| EXERCISE DESCRIPTION |
For the entries below, the result should be an exact transcription of the lines from the one with "spanMs: 24 *" up to and including the one with "for (let i = 0;", and only those.
··· DATA SUPPLIED ···
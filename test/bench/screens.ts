import { readdirSync, readFileSync, rmSync } from "node:fs";
import { gzipSync } from "node:zlib";
import { connectAsync } from "mqtt";
import type { Browser, CDPSession, Page } from "playwright-core";
import { makePlant, type PlantStreamId, spectrumAt } from "../../simulator/plant/index.ts";
import { openBrowser, openPage } from "../client/browser.ts";
import type { BenchResult } from "./bench-result.ts";
import { type ManyStreams, serveMany } from "./many-streams.ts";

const liveMs = 120_000;
const settleMs = 10_000;
const screen = { width: 1920, height: 1080 };
/** tall enough that every lane of twelve is on the screen */
const tallScreen = { width: 1920, height: 3200 };
const assets = new URL("../../client/assets/", import.meta.url);

/** The screens in the real browser: forty streams live, a day of twelve streams opened and moved, and what has to be fetched before. */
export async function benchScreens(): Promise<BenchResult[]> {
  const browser = await openBrowser();
  try {
    return [...benchBundle(), ...(await benchDay(browser)), ...(await benchLive(browser))];
  } finally {
    await browser.close();
  }
}

function benchBundle(): BenchResult[] {
  const zipped = readdirSync(assets)
    .filter((name) => /\.(js|css)$/.test(name))
    .reduce((sum, name) => sum + gzipSync(readFileSync(new URL(name, assets))).length, 0);
  const value = zipped / 1000;
  return [{ name: "client, every view, gzipped", value, unit: "kB", wanted: "< 120", good: value < 120 }];
}

async function withService(
  make: () => Promise<ManyStreams>,
  bench: (many: ManyStreams) => Promise<BenchResult[]>,
): Promise<BenchResult[]> {
  const many = await make();
  try {
    return await bench(many);
  } finally {
    await many.served.stop();
    rmSync(many.folder, { recursive: true, force: true });
  }
}

/** Twelve streams with a reading every 5 s for 24 h: Watch is opened from another view, dragged and zoomed. */
function benchDay(browser: Browser): Promise<BenchResult[]> {
  const day = { spanMs: 24 * 3_600_000, everyMs: 5000 };
  return withService(
    () => serveMany(12, 5000, day),
    async ({ served }) => {
      const { page } = await openPage(browser, `${served.url}/plant`, tallScreen);
      await page.getByText("link up", { exact: true }).waitFor();
      await page.waitForTimeout(settleMs / 2);
      const opened: number[] = [];
      for (let i = 0; i < 3; i++) {
        opened.push(await timeToWatch(page));
        await page.getByRole("link", { name: "Plant" }).click();
        await page.waitForTimeout(500);
      }
      await timeToWatch(page);
      const box = (await page.locator("mill-lane-chart .u-over").first().boundingBox())!;
      const [x, y] = [box.x + box.width * 0.7, box.y + 60];
      const drag = await framesWhile(page, async () => {
        await page.mouse.move(x, y);
        await page.mouse.down();
        for (let step = 0; step < 120; step++) {
          await page.mouse.move(x - 4 * step, y);
          await page.waitForTimeout(8);
        }
        await page.mouse.up();
      });
      const zoom = await framesWhile(page, async () => {
        for (let step = 0; step < 60; step++) {
          await page.mouse.wheel(0, step % 20 < 10 ? -60 : 60);
          await page.waitForTimeout(25);
        }
      });
      const value = opened.sort((a, b) => a - b)[1];
      return [
        {
          name: "Watch opened, 24 h of 12 streams, all lanes drawn",
          value,
          unit: "ms",
          wanted: "< 1000",
          good: value < 1000,
        },
        { name: "panning it by dragging", value: drag, unit: "f/s", wanted: "≥ 50", good: drag >= 50 },
        { name: "zooming it by the wheel", value: zoom, unit: "f/s", wanted: "≥ 50", good: zoom >= 50 },
      ];
    },
  );
}

/** From the click on Watch until every lane has drawn its trend, ms. */
function timeToWatch(page: Page): Promise<number> {
  return page.evaluate(async () => {
    // biome-ignore lint/suspicious/noExplicitAny: runs in the page, whose types are not among those of Node
    const { document, requestAnimationFrame } = globalThis as any;
    const app = document.querySelector("mill-app").renderRoot;
    const link = app.querySelector("mill-top-bar").renderRoot.querySelector("mill-view-nav").renderRoot;
    const began = performance.now();
    // biome-ignore lint/suspicious/noExplicitAny: as above
    const watch: any = [...link.querySelectorAll("a")].find((each) => each.textContent === "Watch");
    watch.href = "/watch?last=86400";
    watch.click();
    const frame = () => new Promise((resolve) => requestAnimationFrame(resolve));
    const isDrawn = () => {
      const lanes = [...(app.querySelector("mill-watch-view")?.renderRoot?.querySelectorAll("mill-watch-lane") ?? [])];
      const labels = lanes.map((lane) => lane.renderRoot.querySelector("mill-lane-chart")?.label ?? "loading");
      return lanes.length > 0 && labels.every((label: string) => !/loading|no readings/.test(label));
    };
    while (!isDrawn()) await frame();
    await frame(); // the one that paints it
    return performance.now() - began;
  });
}

/** Frames a second while something is done. */
async function framesWhile(page: Page, act: () => Promise<void>): Promise<number> {
  await page.evaluate(() => {
    // biome-ignore lint/suspicious/noExplicitAny: runs in the page
    const here = globalThis as any;
    here.frames = { count: 0, began: performance.now(), on: true };
    const tick = () => {
      here.frames.count += 1;
      if (here.frames.on) here.requestAnimationFrame(tick);
    };
    here.requestAnimationFrame(tick);
  });
  await act();
  return page.evaluate(() => {
    // biome-ignore lint/suspicious/noExplicitAny: runs in the page
    const { frames } = globalThis as any;
    frames.on = false;
    return (1000 * frames.count) / (performance.now() - frames.began);
  });
}

/** Forty streams with a reading a second: how busy the page's main thread is, its longest frame, and whether its memory grows. */
function benchLive(browser: Browser): Promise<BenchResult[]> {
  return withService(
    () => serveMany(40, 1000),
    async ({ served, brokerUrl, streams }) => {
      const stop = await publishAll(brokerUrl, streams);
      const { page } = await openPage(browser, `${served.url}/watch?last=900`, screen);
      const session = await page.context().newCDPSession(page);
      await session.send("Performance.enable");
      await page.getByText("link up", { exact: true }).waitFor();
      await page.waitForTimeout(settleMs);
      await watchFrames(page);
      const before = await measure(session);
      await page.waitForTimeout(liveMs);
      const longest = await longestFrame(page);
      const after = await measure(session);
      await stop();
      const busy = (100 * (after.busySeconds - before.busySeconds)) / (after.at - before.at);
      const grown = (after.heapBytes - before.heapBytes) / 1e6;
      return [
        { name: "40 streams live: main thread busy", value: busy, unit: "%", wanted: "< 25", good: busy < 25 },
        { name: "40 streams live: longest frame", value: longest, unit: "ms", wanted: "< 100", good: longest < 100 },
        { name: "40 streams live: heap grown in 2 min", value: grown, unit: "MB", wanted: "< 5", good: grown < 5 },
      ];
    },
  );
}

async function measure(session: CDPSession): Promise<{ at: number; busySeconds: number; heapBytes: number }> {
  await session.send("HeapProfiler.collectGarbage");
  const { metrics } = await session.send("Performance.getMetrics");
  const value = (name: string) => metrics.find((each) => each.name === name)?.value ?? Number.NaN;
  return { at: value("Timestamp"), busySeconds: value("TaskDuration"), heapBytes: value("JSHeapUsedSize") };
}

/** Frames that took longer than 50 ms from their first task to their paint are told by the browser. */
async function watchFrames(page: Page): Promise<void> {
  await page.evaluate(() => {
    // biome-ignore lint/suspicious/noExplicitAny: runs in the page
    const here = globalThis as any;
    here.longest = 0;
    new here.PerformanceObserver((list: { getEntries: () => { duration: number }[] }) => {
      for (const { duration } of list.getEntries()) here.longest = Math.max(here.longest, duration);
    }).observe({ type: "long-animation-frame" });
  });
}

async function longestFrame(page: Page): Promise<number> {
  // biome-ignore lint/suspicious/noExplicitAny: runs in the page
  return page.evaluate(() => (globalThis as any).longest);
}

/** A reading a second to every stream, spread over the second. Resolves with how to stop. */
async function publishAll(brokerUrl: string, streams: ManyStreams["streams"]): Promise<() => Promise<void>> {
  const client = await connectAsync(brokerUrl);
  const plant = makePlant(1);
  let sequence = 0;
  let next = 0;
  const timer = setInterval(() => {
    const { id, like } = streams[next];
    const time = Date.now();
    const values = Array.from(spectrumAt(plant, like as PlantStreamId, time));
    client.publish(`millrace/brindle-quay/${id}/reading`, JSON.stringify({ time, sequence, values }), { qos: 1 });
    next = (next + 1) % streams.length;
    if (next === 0) sequence += 1;
  }, 1000 / streams.length);
  return async () => {
    clearInterval(timer);
    await client.endAsync(true);
  };
}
···
| PROBLEM SOLUTION |
  const day = { spanMs: 24 * 3_600_000, everyMs: 5000 };
  return withService(
    () => serveMany(12, 5000, day),
    async ({ served }) => {
      const { page } = await openPage(browser, `${served.url}/plant`, tallScreen);
      await page.getByText("link up", { exact: true }).waitFor();
      await page.waitForTimeout(settleMs / 2);
      const opened: number[] = [];
      for (let i = 0; i < 3; i++) {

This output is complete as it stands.